1. The range can be expressed in colors, rather than pixels. For example:

    .fillStyle(pv.Scale.linear(0, 100).range("red", "green"))
will fill the marks "red" on an input value of 0, "green" on an input value of 100, and some color in-between for intermediate values.

2. The domain and range can be subdivided for a non-uniform transformation. For example, you may want a diverging color scale that is increasingly red for negative values, and increasingly green for positive values:

    .fillStyle(pv.Scale.linear(-1, 0, 1).range("red", "white", "green"))
The domain can be specified as a series of n monotonically-increasing values; the range must also be specified as n values, resulting in n - 1 contiguous linear scales.

3. Quantitative scales can be inverted for interaction. The #invert method takes a value in the output range, and returns the corresponding value in the input domain. This is frequently used to convert the mouse location (see pv.Mark#mouse) to a value in the input domain. Note that inversion is only supported for numeric ranges, and not colors.

4. A scale can be queried for reasonable "tick" values.

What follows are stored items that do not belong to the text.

def _rederive(
    doc: dict, m: Map, v: Verification, workers: int | None, progress: ProgressCallback | None
) -> None:
    from .census import MAX_SCAN, census

    method = _rerun_method(doc)
    need = max((p["scan_to"] or 0 for p in doc["plans"].values()), default=0)
    report(progress, "census", 0, None, "", f"fresh census, method {method}")
    try:
        fresh = census(
            m,
            doc["max_length"],
            side=_side_arg(doc),
            method=method,
            store=False,
            workers=workers,
            max_scan=max(MAX_SCAN, need),
            progress=progress,
        )
    except InputError as exc:
        v.problems.append(f"method: a census with the recorded method {method} refuses: {exc}")
        return
    except RuntimeError as exc:
        v.problems.append(f"method: {exc}")
        return
    v.rescanned = True
    before = len(v.problems)
    _diff_docs(doc, certificate_of(fresh, software=doc["software"]), v.problems)
    if len(v.problems) == before:
        v.checks.append(
            f"cycle list, bounds, types attaining them and method re-derived by a fresh census "
            f"({fresh.method}, {fresh.seconds:.1f} s): identical"
        )


def _versions(doc: dict, v: Verification) -> None:
    now = _software()
    was = doc["software"]
    if "cyclewright" not in was or "python" not in was:
        v.problems.append("software: the cyclewright and python versions are missing")
        return
    changed = [
        f"{k} {was.get(k)} -> {now.get(k)}"
        for k in ("cyclewright", "python")
        if was.get(k) != now.get(k)
    ]
    v.checks.append(
        "versions: written with cyclewright "
        f"{was.get('cyclewright')}, python {was.get('python')}"
        + (
            f"; re-derived with different versions ({', '.join(changed)})"
            if changed
            else "; same now"
        )
    )


def verify_certificate(
    path: str | os.PathLike,
    *,
    rescan: bool | None = None,
    workers: int | None = None,
    minutes: float = RESCAN_MINUTES,
    progress: ProgressCallback | None = None,
    _estimator: Callable | None = None,
) -> Verification:
    """Re-derive every claim of a census certificate and name each field that differs.

    Parameters
    ----------
    path : path-like
    rescan : bool or None
        True: always re-derive the cycle list and the bounds by a fresh
        census. False: never (the verification then reports them as not
        run). None: when the estimated time is at most ``minutes``.
    workers : int, optional
        Worker processes for the scans.
    minutes : float
        The limit for the automatic re-derivation.
    progress : callable, optional
        Receives :class:`~cyclewright.cycles.progress.ProgressEvent` values.

    Returns
    -------
    Verification
        ``status`` is ``"holds"``, ``"fails"`` (``problems`` names each
        field) or ``"holds-except-not-run"`` (``not_run`` says what and why).

    Raises
    ------
    InputError
        The file cannot be read, is not JSON, or is not a certificate.

    Examples
    --------
    >>> import json, tempfile, pathlib
    >>> from cyclewright import maps
    >>> from cyclewright.cycles.census import census
    >>> c = census(maps.get("3x+5"), 12, side="positive", store=False, workers=1)
    >>> p = pathlib.Path(tempfile.mkdtemp()) / "c.json"
    >>> _ = write_certificate(c, p)
    >>> verify_certificate(p, workers=1).status
    'holds'
    >>> doc = json.loads(p.read_text()); doc["max_length"] = 13
    >>> _ = p.write_text(json.dumps(doc))
    >>> verify_certificate(p).ok          # an edited certificate is caught
    False

    References
    ----------
    Eliahou 1993 (the bound each side rests on); Lagarias 1990 (primitive
    cycles); see :mod:`cyclewright.cycles.census`.
    """
    t0 = time.perf_counter()
    doc = load_certificate(path)
    K = doc.get("max_length")
    name = doc.get("map", {}).get("name") if isinstance(doc.get("map"), dict) else None
    v = Verification(str(path), str(name), K if _is(K, _INT) else None)
    try:
        _verify(doc, v, rescan, workers, minutes, progress, _estimator)
    finally:
        v.seconds = time.perf_counter() - t0
    return v


def _verify(doc, v, rescan, workers, minutes, progress, estimator) -> None:
    report(progress, "structure", 0, None, "", "schema, map, counts, ranges")
    v.problems.extend(_schema(doc))
    if v.problems:
        return
    if body_hash(doc) != doc["body_sha256"]:
        v.problems.append(
            "body_sha256: the file changed after it was written (a transport checksum; "
            "the field checks below say where)"
        )
    m = _map_of(doc, v)
    if m is None:
        return
    if not _structure(doc, m, v):
        return
    # a cycle listed twice is found before any is iterated (a file repeating one cycle
    # many times would otherwise cost an exact iteration per copy)
    seen: dict = {}
    for i, rec in enumerate(doc["cycles"]):
        j = seen.setdefault((rec.get("side"), rec.get("minimum")), i)
        if j != i:
            v.problems.append(
                f"cycles[{i}]: the cycle with minimum {rec['minimum']} is listed twice "
                f"(also cycles[{j}])"
            )
            return
    cycles = _cycles(doc, m, v, progress)
    if cycles is not None:
        _regenerate(doc, m, cycles, v)
    if v.problems:
        return
    _versions(doc, v)

    # phase 3: the cycle list and bounds, by a fresh census
    if rescan is False:
        v.not_run.append(
            "cycle list, bounds and method NOT re-derived (--no-rescan); the listed cycles and "
            "the structure were checked"
        )
        return
    limit = minutes * 60.0
    if rescan is None:
        report(progress, "measure", 0, None, "", "estimating the re-derivation")
        est, how = (estimator or _estimate)(doc, m, workers, 0.5, progress)
        v.estimate_seconds = round(est, 3)
        if est > limit:
            v.not_run.append(
                f"cycle list, bounds and method NOT re-derived: estimated {duration_text(est)} ({how}), "
                f"above the limit of {minutes:g} min; run with --rescan to re-derive them"
            )
            return
    _rederive(doc, m, v, workers, progress)
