def limit_text(value: int) -> str:
    """A limit as people write it: ``10^9``, ``2^63-1``, ``2^20`` or plain digits.

    >>> limit_text(10**9), limit_text(2**63 - 1), limit_text(1 << 20), limit_text(4096), limit_text(500)
    ('10^9', '2^63-1', '2^20', '4096', '500')
    >>> limit_text(-(10**1000))
    '-10^1000'
    """
    if value < 0:
        return "-" + limit_text(-value)
    if value >= 10**6:
        for base in (10, 2):
            e = round(math.log(value, base))
            if base**e == value:
                return f"{base}^{e}"
            if base**e - 1 == value:
                return f"{base}^{e}-1"
    return short_int(value)


def value_text(value: int) -> str:
    """An input value quoted back in a refusal: as a power when it is one, else shortened.

    The same text whichever way the value came in (``10^30`` typed on the
    command line, ``10**30`` passed to the API), and never longer than about
    60 characters.

    >>> value_text(256), value_text(10**30), value_text(2**62), value_text(-(2**63))
    ('256', '10^30', '2^62', '-2^63')
    >>> value_text(3 * 10**1000)
    '30000000000000000000…00000000000000000000 (1001 digits)'
    """
    return limit_text(value)


def check_range(
    value: int,
    what: str,
    *,
    minimum: int | None = None,
    maximum: int | None = None,
    why: str = "",
    liftable: bool = False,
    lead: str = "",
) -> int:
    """``value`` if ``minimum <= value <= maximum``, else :class:`InputError` with one line.

    The one wording of every limit: ``{lead}{what} must be at most {limit},
    got {value} ({why})``. ``what`` is the parameter's name; the error
    records it (``InputError.param``) so the command line says the same
    sentence with its option's name (``--max-steps`` for ``max_steps``).
    The limit reads as ``10^x`` or ``2^x`` when that is how it reads best,
    the value the same way or shortened (:func:`value_text`); ``why`` adds
    the reason for a limit. A ``liftable`` maximum (one that only guards
    time or memory) is not checked inside :func:`lift_limits`.

    >>> check_range(5, "show", minimum=0)
    5
    >>> check_range(-1, "show", minimum=0)
    Traceback (most recent call last):
    ...
    cyclewright.cycles.errors.InputError: show must be at least 0, got -1
    >>> check_range(10**30, "max_steps", maximum=10**9)
    Traceback (most recent call last):
    ...
    cyclewright.cycles.errors.InputError: max_steps must be at most 10^9, got 10^30
    >>> try:
    ...     check_range(10**6, "odd", maximum=10**5, lead="the largest value of ")
    ... except InputError as exc:
    ...     print(exc.named("--odd"))
    the largest value of --odd must be at most 100000, got 10^6
    """
    at = len(lead)
    if isinstance(value, bool) or not isinstance(value, int):
        raise InputError(
            f"{lead}{what} must be an integer, got {quote(repr(value))}", param=what, at=at
        )
    if minimum is not None and value < minimum:
        raise InputError(
            f"{lead}{what} must be at least {limit_text(minimum)}, got {value_text(value)}",
            param=what,
            at=at,
        )
    if maximum is not None and value > maximum and not (liftable and limits_lifted()):
        tail = f" ({why})" if why else ""
        raise InputError(
            f"{lead}{what} must be at most {limit_text(maximum)}, got {value_text(value)}{tail}",
            param=what,
            at=at,
        )
    return value


#: Why each shared limit exists, said the same way by every analysis and option.
STEP_CAP_WHY = "the store and the kernels hold it as a 64-bit integer"
TYPE_LENGTH_WHY = "the figures of a type have about k digits each"
START_DIGITS_WHY = f"a single start has at most {MAX_START_DIGITS} digits"
EXCURSION_WHY = "the compiled walk holds values as int64 with one bit of headroom"
CEILING_WHY = "every node is a Python int kept in the graph"


def check_ceiling(ceiling: int, what: str = "ceiling") -> int:
    """``ceiling`` if at most 10^:data:`MAX_START_DIGITS` (liftable), else :class:`InputError`.

    >>> check_ceiling(10**15)
    1000000000000000
    >>> check_ceiling(10**2000)
    Traceback (most recent call last):
    ...
    cyclewright.cycles.errors.InputError: ceiling must be at most 10^1000, got 10^2000 (every node is a Python int kept in the graph)
    """
    if isinstance(ceiling, int) and not isinstance(ceiling, bool):
        if int_digits(ceiling) <= MAX_START_DIGITS:
            return ceiling  # decided without building 10^1000
    return check_range(ceiling, what, maximum=10**MAX_START_DIGITS, why=CEILING_WHY, liftable=True)


def check_step_cap(max_steps: int, what: str = "max_steps", *, liftable: bool = False) -> int:
    """``max_steps`` if 1 .. :data:`MAX_STEP_CAP`, else :class:`InputError` (one wording).

    >>> check_step_cap(1000)
    1000
    >>> check_step_cap(10**30)
    Traceback (most recent call last):
    ...
    cyclewright.cycles.errors.InputError: max_steps must be at most 10^9, got 10^30 (the store and the kernels hold it as a 64-bit integer)
    """
    return check_range(
        max_steps, what, minimum=1, maximum=MAX_STEP_CAP, why=STEP_CAP_WHY, liftable=liftable
    )


def check_type_length(k: int, what: str = "k", *, minimum: int = 1, lead: str = "") -> int:
    """``k`` if ``minimum`` .. :data:`MAX_TYPE_LENGTH` (liftable), else :class:`InputError`.

    The length of a type (``count``'s ``k``) and its odd steps (``x``, the
    sweep's and compare's ``odd``) obey the same limit.

    >>> check_type_length(12)
    12
    >>> check_type_length(10**7)
    Traceback (most recent call last):
    ...
    cyclewright.cycles.errors.InputError: k must be at most 100000, got 10^7 (the figures of a type have about k digits each)
    """
    return check_range(
        k,
        what,
        minimum=minimum,
        maximum=MAX_TYPE_LENGTH,
        why=TYPE_LENGTH_WHY,
        liftable=True,
        lead=lead,
    )


def check_start(n: int, what: str = "n") -> int:
    """``n`` if ``|n| <=`` 10^:data:`MAX_START_DIGITS` (liftable), else :class:`InputError`.

    >>> check_start(-27)
    -27
    >>> check_start(10**5000)
    Traceback (most recent call last):
    ...
    cyclewright.cycles.errors.InputError: n must be at most 10^1000, got 10^5000 (a single start has at most 1000 digits)
    """
    if isinstance(n, int) and not isinstance(n, bool) and int_digits(n) <= MAX_START_DIGITS:
        return n  # decided without building 10^1000
    limit = 10**MAX_START_DIGITS
    return check_range(n, what, minimum=-limit, maximum=limit, why=START_DIGITS_WHY, liftable=True)


def _bytes_text(n: int) -> str:
    for unit, size in (("GB", 10**9), ("MB", 10**6), ("kB", 10**3)):
        if n >= size:
            return f"{n / size:.1f} {unit}"
    return f"{n} bytes"


def check_memory(estimate: int, what: str, *, hint: str = "", param: str | None = None) -> int:
    """Refuse work whose estimated memory exceeds :data:`MEMORY_BUDGET` (:class:`InputError`).

    Not checked inside :func:`lift_limits`. ``param``, a parameter named in
    ``hint``, is recorded on the error (the command line names its option).

    >>> check_memory(10**6, "the orbit")
    1000000
    >>> check_memory(10**10, "the orbit", hint="lower the step cap")
    Traceback (most recent call last):
    ...
    cyclewright.cycles.errors.InputError: the orbit could need about 10.0 GB of memory, more than the 2.1 GB allowed; lower the step cap
    """
    if estimate > MEMORY_BUDGET and not limits_lifted():
        text = (
            f"{what} could need about {_bytes_text(estimate)} of memory, "
            f"more than the {_bytes_text(MEMORY_BUDGET)} allowed"
        )
        at = len(text) + 2 + hint.index(param) if param and param in hint else 0
        raise InputError(text + (f"; {hint}" if hint else ""), param=param if at else None, at=at)
    return estimate


def check_members(r: range, what: str, limit: int = MAX_FAMILY_MEMBERS) -> range:
    """``r`` if it has at most ``limit`` members, else :class:`InputError` (one line, no listing).

    Not checked inside :func:`lift_limits`.

    >>> check_members(range(1, 11), "ks")
    range(1, 11)
    >>> check_members(range(1, 10**30 + 1), "ks")
    Traceback (most recent call last):
    ...
    cyclewright.cycles.errors.InputError: ks has 10^30 members; at most 10000 are taken in one run
    """
    size = max(0, (r.stop - r.start + r.step - (1 if r.step > 0 else -1)) // r.step)
    if size > limit and not limits_lifted():
        raise InputError(
            f"{what} has {limit_text(size)} members; at most {limit} are taken in one run",
            param=what,
        )
    return r


def check_workers(workers: int | None, what: str = "workers") -> int | None:
    """``workers`` if None or 1 .. :data:`MAX_WORKERS` (the maximum liftable), else :class:`InputError`.

    >>> check_workers(4), check_workers(None)
    (4, None)
    """
    if workers is None:
        return None
    return check_range(
        workers,
        what,
        minimum=1,
        maximum=MAX_WORKERS,
        why="each worker holds its own interpreter and compiled kernels",
        liftable=True,
    )


#: Digits a walk may add to its largest start before it stops as ``escaped``
#: when no ceiling is given: the value cap shared by the orbit and the
#: functional graph (:func:`value_cap`). Like the step cap, passing it is
#: never a proof of divergence.
VALUE_CAP_DIGITS = 1000


def value_cap(n: int) -> int:
    """The value cap of a walk from starts up to ``|n|`` with no ceiling: ``max(|n|, 1) * 10^1000``.

    Shared by :func:`~cyclewright.cycles.orbit.orbit` (``n`` its start) and
    :func:`~cyclewright.cycles.graph.functional_graph` (``n`` its largest
    start): a value beyond it ends the walk as ``escaped``, so the size of
    every value held is known before the walk starts.

    >>> value_cap(7) == 7 * 10**1000, value_cap(0) == 10**1000
    (True, True)
    """
    return max(abs(n), 1) * 10**VALUE_CAP_DIGITS


def int_bytes(n: int) -> int:
    """Bytes CPython takes for an integer of ``|n|``'s size (28 plus 4 per 30 bits).

    >>> int_bytes(1), int_bytes(2**60), int_bytes(10**1000)
    (32, 40, 472)
    """
    return 28 + 4 * (abs(n).bit_length() // 30 + 1)


#: Longest estimated wall time, in minutes, of a ``records`` or ``excursions``
#: run accepted by default (``max_minutes``, ``--max-minutes``): the run is
#: timed on pieces of its own range first
#: (:mod:`~cyclewright.cycles.records_plan`, heuristic) and refused with the
#: estimate beyond it. Raised by the parameter; lifted inside :func:`lift_limits`.
MAX_RECORDS_MINUTES = 30.0

#: A ``records`` or ``excursions`` range with ``starts * max_steps^2`` at most
#: this is not timed before it runs (well under a second of work).
QUICK_WALK_WORK = 10**9


def refuse_time(
    head: str,
    seconds: float,
    source: str,
    max_minutes: float,
    *,
    at: str = "",
    option: str = "max_minutes",
    raise_it: str = "raise it",
    ways: tuple = (),
    last: str = "use a smaller range",
):
    """Raise the one refusal of a run estimated beyond its time limit (one wording everywhere).

    ``HEAD, about T AT (SOURCE; heuristic); beyond the limit of M min (OPTION):
    RAISE_IT, WAYS..., LAST`` -- records, excursions, scan
    (:func:`~cyclewright.cycles.records_plan.check_plan`), a family census
    and a comparison say their estimate in these words. ``option`` and any
    :class:`~cyclewright.cycles.errors.Name` in ``ways`` are parameters, so
    the command line says its options.

    Examples
    --------
    >>> refuse_time("census of 3 members", 5400, "2 members timed", 30)
    Traceback (most recent call last):
    ...
    cyclewright.cycles.errors.InputError: census of 3 members, about 90 min (2 members timed; heuristic); beyond the limit of 30 min (max_minutes): raise it, or use a smaller range
    """
    from .presentation import duration_text

    raise InputError.of(
        f"{head}, about {duration_text(seconds)}{at} ({source}; heuristic); "
        f"beyond the limit of {max_minutes:g} min (",
        Name(option),
        f"): {raise_it}, ",
        *ways,
        "or ",
        last,
    )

The #ticks method provides a convenient way to get a series of evenly-spaced rounded values in the input domain. Frequently these are used in conjunction with pv.Rule to display tick marks or grid lines.

5. A scale can be "niced" to extend the domain to suitable rounded numbers. If the minimum and maximum of the domain are messy because they are derived from data, you can use #nice to round these values down and up to even numbers.
Defined in: QuantitativeScale.js.

Class Summary
Constructor Attributes Constructor Name and Description
 
Returns a default quantitative, linear, scale for the specified domain.
Method Summary
Method Attributes Method Name and Description
 
by(f)
Returns a view of this scale by the specified accessor function f.
 
Sets or gets the input domain.
 
invert(y)
Inverts the specified value in the output range, returning the corresponding value in the input domain.
 
nice()
"Nices" this scale, extending the bounds of the input domain to evenly-rounded values.
 
Sets or gets the output range.
 
Formats the specified tick value using the appropriate precision, based on the step interval between tick marks.
 
ticks(m)
Returns an array of evenly-spaced, suitably-rounded values in the input domain.
Class Detail
pv.Scale.quantitative()
Returns a default quantitative, linear, scale for the specified domain. The arguments to this constructor are optional, and equivalent to calling #domain. The default domain and range are [0,1].

This constructor is typically not used directly; see one of the quantitative scale implementations instead.

Parameters:
{number...} domain...
optional domain values.
See:
pv.Scale.linear
pv.Scale.log
pv.Scale.root
Method Detail
{pv.Scale.quantitative} by(f)
Returns a view of this scale by the specified accessor function f. Given a scale y, y.by(function(d) d.foo) is equivalent to function(d) y(d.foo).

This method is provided for convenience, such that scales can be succinctly defined inline. For example, given an array of data elements that have a score attribute with the domain [0, 1], the height property could be specified as:

    .height(pv.Scale.linear().range(0, 480).by(function(d) d.score))
This is equivalent to:
    .height(function(d) d.score * 480)
This method should be used judiciously; it is typically more clear to invoke the scale directly, passing in the value to be scaled.
Parameters:
{function} f
an accessor function.
Returns:
{pv.Scale.quantitative} a view of this scale by the specified accessor function.

{pv.Scale.quantitative} domain()
Sets or gets the input domain. This method can be invoked several ways:

1. domain(min, ..., max)

Specifying the domain as a series of numbers is the most explicit and recommended approach. Most commonly, two numbers are specified: the minimum and maximum value. However, for a diverging scale, or other subdivided non-uniform scales, multiple values can be specified. Values can be derived from data using pv.min and pv.max. For example:

    .domain(0, pv.max(array))
An alternative method for deriving minimum and maximum values from data follows.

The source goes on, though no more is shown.